• [TASK TO COMPLETE]:
Go to the line that contains "static void fuzz_read_check(fuzz_reader" and extract it along with every line after it, exactly, through the end of the data below.

• [PROVIDED DATA]:
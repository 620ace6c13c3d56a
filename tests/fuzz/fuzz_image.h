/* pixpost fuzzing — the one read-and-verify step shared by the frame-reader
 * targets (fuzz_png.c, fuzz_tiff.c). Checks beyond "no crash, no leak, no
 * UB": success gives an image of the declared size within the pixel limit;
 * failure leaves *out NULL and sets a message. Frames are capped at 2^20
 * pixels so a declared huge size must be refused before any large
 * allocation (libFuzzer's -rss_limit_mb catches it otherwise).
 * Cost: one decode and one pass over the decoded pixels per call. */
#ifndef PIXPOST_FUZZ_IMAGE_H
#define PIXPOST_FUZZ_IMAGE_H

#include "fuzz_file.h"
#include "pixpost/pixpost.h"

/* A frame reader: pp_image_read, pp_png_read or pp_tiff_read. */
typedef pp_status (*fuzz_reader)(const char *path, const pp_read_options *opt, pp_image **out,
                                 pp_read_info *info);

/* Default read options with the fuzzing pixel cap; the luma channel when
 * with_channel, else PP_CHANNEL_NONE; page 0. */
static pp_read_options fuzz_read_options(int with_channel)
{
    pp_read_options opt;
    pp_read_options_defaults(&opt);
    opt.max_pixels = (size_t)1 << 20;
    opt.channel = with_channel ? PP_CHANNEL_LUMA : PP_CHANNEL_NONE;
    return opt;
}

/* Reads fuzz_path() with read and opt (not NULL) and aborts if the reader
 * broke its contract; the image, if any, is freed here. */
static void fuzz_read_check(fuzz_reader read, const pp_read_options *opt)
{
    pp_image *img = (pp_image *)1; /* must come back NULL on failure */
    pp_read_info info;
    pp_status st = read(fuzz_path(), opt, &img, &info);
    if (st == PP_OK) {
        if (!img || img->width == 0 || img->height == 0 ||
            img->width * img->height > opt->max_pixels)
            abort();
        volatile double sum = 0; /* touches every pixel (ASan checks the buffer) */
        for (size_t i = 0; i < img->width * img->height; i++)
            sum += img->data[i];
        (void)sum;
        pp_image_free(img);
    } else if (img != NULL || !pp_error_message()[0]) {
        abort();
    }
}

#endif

• [WORKED SOLUTION]:
static void fuzz_read_check(fuzz_reader read, const pp_read_options *opt)
{
    pp_image *img = (pp_image *)1; /* must come back NULL on failure */
    pp_read_info info;
    pp_status st = read(fuzz_path(), opt, &img, &info);
    if (st == PP_OK) {
        if (!img || img->width == 0 || img->height == 0 ||
            img->width * img->height > opt->max_pixels)
            abort();
        volatile double sum = 0; /* touches every pixel (ASan checks the buffer) */
        for (size_t i = 0; i < img->width * img->height; i++)
            sum += img->data[i];
        (void)sum;
        pp_image_free(img);
    } else if (img != NULL || !pp_error_message()[0]) {
        abort();
    }
}

#endif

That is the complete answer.